It is the insensible birder who doesn’t learn something on each and every birding outing. And on a week-long trip especially devoted to birding in a place that a birder has never been the amount a birder can learn is pretty much unlimited. I do try to experience and learn as much as I can on every trip and my week in Hungary was no exception. Rather than force you to go all the way to Hungary to learn on your own the five main lessons I learned I figured sharing them here on the blog would be worthwhile. Just consider saving you having to go to Hungary to look at birds as one of the many services we here at 10,000 Birds provide.
Without further ado then here are…
Five Things I Learned While Birding in Hungary
1. Common House Martins have feathered legs and feet. I actually learned this lesson without even leaving the airport, as martins actually nest outside of the terminal at Ferenc Liszt International Airport, which serves Budapest. How cool is that?
mud-gathering Common House Martin Delichon urbicum
2. When Europeans say “That is a really bright Wood Warbler,” it means something very different from when Americans say “That is a really bright wood-warbler.” Poor, deprived, Europeans.
3. If you hear a bird singing in Europe and you momentarily misidentify it as a House Wren it is actually a Chaffinch. Yes, every single time.
singing Chaffinch Fringilla coelebs
4. Every Song Thrush is French, even those that have never been to France. I present the image below as evidence.
snail-bashing Song Thrush Turdus philomelos
5. Black Woodpeckers are mythical creatures that Europeans, jealous of our Pileated Woodpecker, made up. I am not sure how this relates to the treecreeper conspiracy but I will figure it out one of these days.
I hope you found this helpful and that I saved you from having to bird Hungary yourself. What’s that you say? You’ve just booked a flight to Hungary because you want to see some of the really cool birds there? Well, go ahead, but don’t come back saying you have seen a Black Woodpecker unless you want to look really foolish…

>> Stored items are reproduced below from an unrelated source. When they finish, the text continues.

import { spawnSync } from 'node:child_process';
import { join } from 'node:path';
import { z } from 'zod';
import type { Measured } from './outcome.ts';

/** A peer that this machine does not have: said in a line, not a failure. */
export class PeerMissing extends Error {}

const skipped = z.strictObject({ skipped: z.string() });
export const timedAnswer = z.strictObject({ medianS: z.number().positive(), values: z.array(z.number()).min(1) });
const record = z.strictObject({ co2Ppm: z.array(z.number()), temperatureK: z.array(z.number()) });
export type PeerRecord = z.infer<typeof record>;

/** A task of numpy-peers.py, timed there, in one process with one thread. @throws PeerMissing */
export function pythonTask(task: string): Measured {
  const { medianS, values } = firstAnswer(['time', task], (line) => readAnswer(line, timedAnswer));
  return { medianMs: 1000 * medianS, values };
}

/** A record that numpy-peers.py makes for both sides. @throws PeerMissing */
export function pythonRecord(name: 'annual' | 'monthly'): PeerRecord {
  return firstAnswer(['record', name], (line) => readAnswer(line, record));
}

/** What the script printed, checked. @throws PeerMissing where a library is; Error where the line is none of its answers */
export function readAnswer<Answer>(line: string, schema: z.ZodType<Answer>): Answer {
  const parsed: unknown = JSON.parse(line);
  const without = skipped.safeParse(parsed);
  if (without.success) throw new PeerMissing(without.data.skipped);
  return schema.parse(parsed);
}

/** The Python on the path need not be the one for which the system installed its libraries. */
const interpreters = ['python3', '/usr/bin/python3'];
const oneThread = { OMP_NUM_THREADS: '1', OPENBLAS_NUM_THREADS: '1', MKL_NUM_THREADS: '1' };

/** Of the first interpreter that has what is asked. */
function firstAnswer<Answer>(words: string[], read: (line: string) => Answer): Answer {
  const reasons = new Set<string>();
  for (const interpreter of interpreters) {
    const { status, stdout, stderr, error } = spawnSync(
      interpreter,
      [join(import.meta.dirname, 'numpy-peers.py'), ...words],
      { encoding: 'utf8', env: { ...process.env, ...oneThread } },
    );
    if (error) {
      reasons.add(`no ${interpreter}`);
      continue;
    }
    if (status !== 0) throw new Error(`numpy-peers.py ${words.join(' ')} failed:\n${stderr}`);
    try {
      return read(stdout);
    } catch (problem) {
      if (!(problem instanceof PeerMissing)) throw problem;
      reasons.add(problem.message);
    }
  }
  throw new PeerMissing(`${words.join(' ')}: ${[...reasons].join('; ')}`);
}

My week-long trip to Hungary was a familiarity trip organized by the wonderful folks at Swarovski Optik to introduce their new line of superior spotting scopes, the ATX and the STX modular telescopes. We visited Hortobágy National Park, the Bükk Hills and places in between. Many thanks to Swarovski Optik for inviting me along and letting me experience both some awesome new optics and the natural wonders of the wonderful country of Hungary.
I just came back from Britain and from what I could see Rule 3 should read “If you see a bird, it’s a Chaffinch”.
I knew I had a similar observation to #3, but didn’t realize how much so.Note the title.
@Paul: They are everywhere, aren’t they?
@Jason: I really liked that bird.
Aha, so it’s gonna be Black Woodpecker…
one day You should visit Poland, as long as we (still) have some wild nature, including birds 😉
You forgot lesson #6: even visiting Hungary won’t make you beat me in the 2012 year list competition! 🙂 🙂
@Jochen: Yes, I want a Black Woodpecker. Badly. And I can’t believe you got that many more birds in Kazakhstan!
@Onibe: Poland is a place I really want to visit.
So what’s a wood warbler in europe? -from Indiana
@Casey: Europeans have a species called “Wood Warbler” but, unfortunately for them, it is an old world warbler, which means that it is bland compared to our gaudy birds. You can see one in this post.
I happened on your website because I was looking for the number of hours of daylight in NYC on the winter solstice. Your photos and knowledge about birds are amazing and truly inspirational. I am interested in photography and was wondering what kind of equipment you use to take these fabulous bird shots. I am in the woods in PA and would like to become more knowledgeable about birds and also include them in my photography adventures which, to date, have mostly included flowers and insects. Thank you!
@Betsy: Mostly I use a Canon EOS 50D attached to a Swarovski spotting scope, though sometimes I use other lenses as well. And thanks for the compliment!